• YOUR INSTRUCTIONS: Report only the number of lines that contain the string "after" in the records below.

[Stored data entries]
•••••

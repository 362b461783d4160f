package main

import (
	"fmt"
	"net/http"
	"strconv"
	"strings"
	"sync"
	"testing"

	"lanternbook/calc"
)

func TestImportIsServedByteForByte(t *testing.T) {
	p := openShop(t)
	a := p.do(http.MethodPost, "/api/builds", tide(t), "Content-Type", asJSON)
	a.wantStatus(t, http.StatusCreated)
	address, tag := a.header.Get("Location"), a.header.Get("ETag")
	if !strings.HasPrefix(address, "/api/builds/") || tag == "" {
		t.Fatalf("Location %q, ETag %q", address, tag)
	}
	got := p.do(http.MethodGet, address, "")
	got.wantStatus(t, http.StatusOK)
	if got.body != tide(t) {
		t.Errorf("served\n%s\nwant\n%s", got.body, tide(t))
	}
	if got.header.Get("ETag") != tag || got.header.Get("Content-Type") != asJSON {
		t.Errorf("ETag %q, want %q; Content-Type %q", got.header.Get("ETag"), tag, got.header.Get("Content-Type"))
	}
	head := p.do(http.MethodHead, address, "")
	head.wantStatus(t, http.StatusOK)
	if head.body != "" || head.header.Get("ETag") != tag || head.header.Get("Content-Length") != strconv.Itoa(len(tide(t))) {
		t.Errorf("HEAD: body %q, headers %v", head.body, head.header)
	}
}

func TestAnUnchangedBuildIsNotSentTwice(t *testing.T) {
	p := openShop(t)
	address := p.importBuild(tide(t))
	for tag, want := range map[string]int{`"1"`: 304, `W/"1"`: 304, `"7", "1"`: 304, `*`: 304, `"2"`: 200, `1`: 200} {
		if a := p.do(http.MethodGet, address, "", "If-None-Match", tag); a.status != want {
			t.Errorf("If-None-Match %s: status %d, want %d", tag, a.status, want)
		}
	}
}

func TestListShowsAndFindsBuilds(t *testing.T) {
	p := openShop(t)
	p.importBuild(tide(t))
	p.importBuild(shelfLight(t))
	a := p.do(http.MethodGet, "/api/builds", "")
	a.wantStatus(t, http.StatusOK)
	all := decode[map[string][]listedBuild](t, a)["builds"]
	if len(all) != 2 || all[0].Title != "Shelf light" {
		t.Fatalf("listed %+v, want two, the newer first", all)
	}
	got := all[1]
	if got.Title != "Tide-table case, größe <Ω>" || got.Client != "Harbour office" || got.Site != "ferry waiting room" ||
		len(got.Tags) != 1 || got.Tags[0] != "display case" || got.Revision != 1 || got.ID < 1 ||
		!strings.HasPrefix(got.Updated, "2026-03-14T") || !strings.HasSuffix(got.Updated, "Z") {
		t.Errorf("listed %+v", got)
	}
	if !strings.Contains(a.body, `"tags":[]`) {
		t.Errorf("a build without tags must list none, not null: %s", a.body)
	}
	report := decode[calc.Report](t, p.do(http.MethodPost, "/api/check", tide(t), "Content-Type", asJSON))
	if got.Verdict != string(report.Verdict) {
		t.Errorf("verdict %q, its report says %q", got.Verdict, report.Verdict)
	}
}

// searchCase is a query and the title of the one build it finds.
type searchCase struct {
	query, title string
}

func TestBuildsAreFoundByEveryKindOfWord(t *testing.T) {
	p := openShop(t)
	p.importBuild(tide(t))
	p.importBuild(shelfLight(t))
	const tideTitle, shelfTitle = "Tide-table case, größe <Ω>", "Shelf light"
	for _, c := range []searchCase{
		{"tide", tideTitle},
		{"GRÖSSE", tideTitle},
		{"harbour", tideTitle},
		{"ferry", tideTitle},
		{"display case", tideTitle},
		{"white-2835", tideTitle},
		{"White 2835", tideTitle},
		{"bc557b", tideTitle},
		{"24 V adapter", tideTitle},
		{"amber", shelfTitle},
		{"12 brick", shelfTitle},
	} {
		a := p.do(http.MethodGet, "/api/builds?q="+strings.ReplaceAll(strings.ReplaceAll(c.query, " ", "+"), "Ö", "%C3%96"), "")
		found := decode[map[string][]listedBuild](t, a)["builds"]
		if len(found) != 1 || found[0].Title != c.title {
			t.Errorf("%q finds %+v, want %q alone", c.query, found, c.title)
		}
	}
	if a := p.do(http.MethodGet, "/api/builds?q=tide+amber", ""); a.body != `{"builds":[]}` {
		t.Errorf("two words of two builds find %s", a.body)
	}
}

func TestPatchMakesARevision(t *testing.T) {
	p := openShop(t)
	address := p.importBuild(tide(t))
	a := p.patch(address, `"1"`, `[{"op": "replace", "path": "/supply/voltage/typ", "value": 24.10}]`)
	a.wantStatus(t, http.StatusOK)
	if a.header.Get("ETag") != `"2"` || a.header.Get("Content-Type") != asJSON {
		t.Errorf("ETag %q, Content-Type %q", a.header.Get("ETag"), a.header.Get("Content-Type"))
	}
	got := p.do(http.MethodGet, address, "")
	if got.body != a.body || got.header.Get("ETag") != `"2"` {
		t.Errorf("PATCH answered\n%s\nGET gives %s\n%s", a.body, got.header.Get("ETag"), got.body)
	}
	for _, spelling := range []string{"24.10", "23.50", "2.5e1", "-2e-3", "größe <Ω>"} {
		if !strings.Contains(got.body, spelling) {
			t.Errorf("the document has lost the spelling %s:\n%s", spelling, got.body)
		}
	}
	list := decode[map[string][]listedBuild](t, p.do(http.MethodGet, "/api/builds", ""))["builds"]
	if list[0].Revision != 2 {
		t.Errorf("listed at revision %d, want 2", list[0].Revision)
	}
}

func TestAPatchIsJudgedAnew(t *testing.T) {
	p := openShop(t)
	address := p.importBuild(shelfLight(t))
	verdict := func() string {
		return decode[map[string][]listedBuild](t, p.do(http.MethodGet, "/api/builds", ""))["builds"][0].Verdict
	}
	if got := verdict(); got == "fail" {
		t.Fatalf("the build fails before the edit")
	}
	a := p.patch(address, `"1"`, `[{"op": "replace", "path": "/strings/0/driver/resistor/ohms", "value": 33}, {"op": "replace", "path": "/title", "value": "Too bright"}]`)
	a.wantStatus(t, http.StatusOK)
	if got := verdict(); got != "fail" {
		t.Errorf("with a tenth of the resistance the verdict is %q, want fail", got)
	}
	report := decode[calc.Report](t, p.do(http.MethodGet, address+"/report", ""))
	if report.Verdict != calc.Fail {
		t.Errorf("the report says %q", report.Verdict)
	}
	if a := p.do(http.MethodGet, "/api/builds?q=too+bright", ""); !strings.Contains(a.body, `"Too bright"`) {
		t.Errorf("the new title is not found: %s", a.body)
	}
}

func TestAPatchThatChangesNothingMakesNoRevision(t *testing.T) {
	p := openShop(t)
	address := p.importBuild(shelfLight(t))
	p.patch(address, `"1"`, `[{"op": "replace", "path": "/title", "value": "Once"}]`).wantStatus(t, http.StatusOK)
	a := p.patch(address, `"2"`, `[{"op": "replace", "path": "/title", "value": "Once"}]`)
	a.wantStatus(t, http.StatusOK)
	if a.header.Get("ETag") != `"2"` {
		t.Errorf("ETag %s, want \"2\" still", a.header.Get("ETag"))
	}
	p.patch(address, `"2"`, `[]`).wantStatus(t, http.StatusOK)
}

// patchCase is a PATCH that is refused.
type patchCase struct {
	name      string
	tag, kind string
	body      string
	status    int
	field     string
}

func TestPatchesThatAreRefusedChangeNothing(t *testing.T) {
	p := openShop(t)
	address := p.importBuild(tide(t))
	p.patch(address, `"1"`, `[{"op": "replace", "path": "/notes", "value": "ready"}]`).wantStatus(t, http.StatusOK)
	before := p.do(http.MethodGet, address, "")
	const patchJSON = "application/json-patch+json"
	rename := `[{"op": "replace", "path": "/title", "value": "x"}]`
	for _, c := range []patchCase{
		{name: "no If-Match", kind: patchJSON, body: rename, status: 428},
		{name: "earlier revision", tag: `"1"`, kind: patchJSON, body: rename, status: 412},
		{name: "revision that is yet to come", tag: `"3"`, kind: patchJSON, body: rename, status: 412},
		{name: "weak tag, which never matches", tag: `W/"2"`, kind: patchJSON, body: rename, status: 412},
		{name: "If-Match without quotes", tag: `2`, kind: patchJSON, body: rename, status: 400},
		{name: "plain JSON", tag: `"2"`, kind: asJSON, body: rename, status: 415},
		{name: "merge patch", tag: `"2"`, kind: "application/merge-patch+json", body: `{"title": "x"}`, status: 415},
		{name: "no JSON", tag: `"2"`, kind: patchJSON, body: `[{`, status: 400},
		{name: "no list", tag: `"2"`, kind: patchJSON, body: `{"op": "remove", "path": "/title"}`, status: 400},
		{name: "null", tag: `"2"`, kind: patchJSON, body: `null`, status: 400},
		{name: "unknown operation", tag: `"2"`, kind: patchJSON, body: `[{"op": "merge", "path": "/title"}]`, status: 400},
		{name: "path missing", tag: `"2"`, kind: patchJSON, body: `[{"op": "remove"}]`, status: 400},
		{name: "value missing", tag: `"2"`, kind: patchJSON, body: `[{"op": "add", "path": "/title"}]`, status: 400},
		{name: "nothing there to replace", tag: `"2"`, kind: patchJSON, body: `[{"op": "replace", "path": "/strings/4/label", "value": "B"}]`, status: 422, field: "/strings/4/label"},
		{name: "second operation does not fit", tag: `"2"`, kind: patchJSON, body: `[{"op": "replace", "path": "/title", "value": "x"}, {"op": "remove", "path": "/runs/7"}]`, status: 422, field: "/runs/7"},
		{name: "test does not hold", tag: `"2"`, kind: patchJSON, body: `[{"op": "test", "path": "/title", "value": "y"}]`, status: 409, field: "/title"},
		{name: "result has an unknown key", tag: `"2"`, kind: patchJSON, body: `[{"op": "add", "path": "/colour", "value": "red"}]`, status: 422, field: "/colour"},
		{name: "result refers to a run that is gone", tag: `"2"`, kind: patchJSON, body: `[{"op": "remove", "path": "/runs/0"}]`, status: 422, field: "/strings/0/fed_by"},
		{name: "result is no document", tag: `"2"`, kind: patchJSON, body: `[{"op": "replace", "path": "", "value": []}]`, status: 422},
	} {
		t.Run(c.name, func(t *testing.T) {
			headers := []string{"Content-Type", c.kind}
			if c.tag != "" {
				headers = append(headers, "If-Match", c.tag)
			}
			a := p.do(http.MethodPatch, address, c.body, headers...)
			a.wantProblem(t, c.status, c.field)
			after := p.do(http.MethodGet, address, "")
			if after.body != before.body || after.header.Get("ETag") != before.header.Get("ETag") {
				t.Errorf("the build changed: %s\n%s", after.header.Get("ETag"), after.body)
			}
		})
	}
	for _, tag := range []string{`*`, `"9", "2"`} {
		a := p.patch(address, tag, `[{"op": "replace", "path": "/notes", "value": "ready"}]`)
		if a.status != http.StatusOK {
			t.Errorf("If-Match %s: status %d, want 200: %s", tag, a.status, a.body)
		}
	}
}

func TestPatchTypeIsTold(t *testing.T) {
	p := openShop(t)
	a := p.do(http.MethodPatch, p.importBuild(shelfLight(t)), "[]", "Content-Type", asJSON, "If-Match", `"1"`)
	a.wantStatus(t, http.StatusUnsupportedMediaType)
	if got := a.header.Get("Accept-Patch"); got != "application/json-patch+json" {
		t.Errorf("Accept-Patch %q", got)
	}
}

func TestOfManyPatchesAtOneRevisionExactlyOneWins(t *testing.T) {
	p := openShop(t)
	address := p.importBuild(shelfLight(t))
	const rivals, rounds = 8, 6
	for round := 1; round <= rounds; round++ {
		answers := make([]answer, rivals)
		var group sync.WaitGroup
		for i := range rivals {
			group.Go(func() {
				edit := fmt.Sprintf(`[{"op": "add", "path": "/notes", "value": "round %d rival %d"}]`, round, i)
				answers[i] = p.patch(address, entityTag(int64(round)), edit)
			})
		}
		group.Wait()
		winners, winner := 0, answer{}
		for _, a := range answers {
			switch a.status {
			case http.StatusOK:
				winners, winner = winners+1, a
			case http.StatusPreconditionFailed:
			default:
				t.Errorf("round %d: status %d: %s", round, a.status, a.body)
			}
		}
		now := p.do(http.MethodGet, address, "")
		if winners != 1 || now.body != winner.body || now.header.Get("ETag") != entityTag(int64(round+1)) {
			t.Fatalf("round %d: %d winners, ETag %s", round, winners, now.header.Get("ETag"))
		}
	}
}

func TestBuildsThatAreNotThere(t *testing.T) {
	p := openShop(t)
	for _, id := range []string{"1", "0", "-1", "x", "99999999999999999999", "1.0", "%2e%2e"} {
		p.do(http.MethodGet, "/api/builds/"+id, "").wantProblem(t, http.StatusNotFound, "")
		p.do(http.MethodGet, "/api/builds/"+id+"/report", "").wantProblem(t, http.StatusNotFound, "")
		p.patch("/api/builds/"+id, `"1"`, `[]`).wantProblem(t, http.StatusNotFound, "")
	}
}

func TestReportOfABuildIsThatOfItsDocument(t *testing.T) {
	p := openShop(t)
	address := p.importBuild(tide(t))
	want := p.do(http.MethodPost, "/api/check", tide(t), "Content-Type", asJSON)
	got := p.do(http.MethodGet, address+"/report", "")
	got.wantStatus(t, http.StatusOK)
	if got.body != want.body {
		t.Errorf("report\n%s\nwant\n%s", got.body, want.body)
	}
}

•••••

• SOLUTION: 3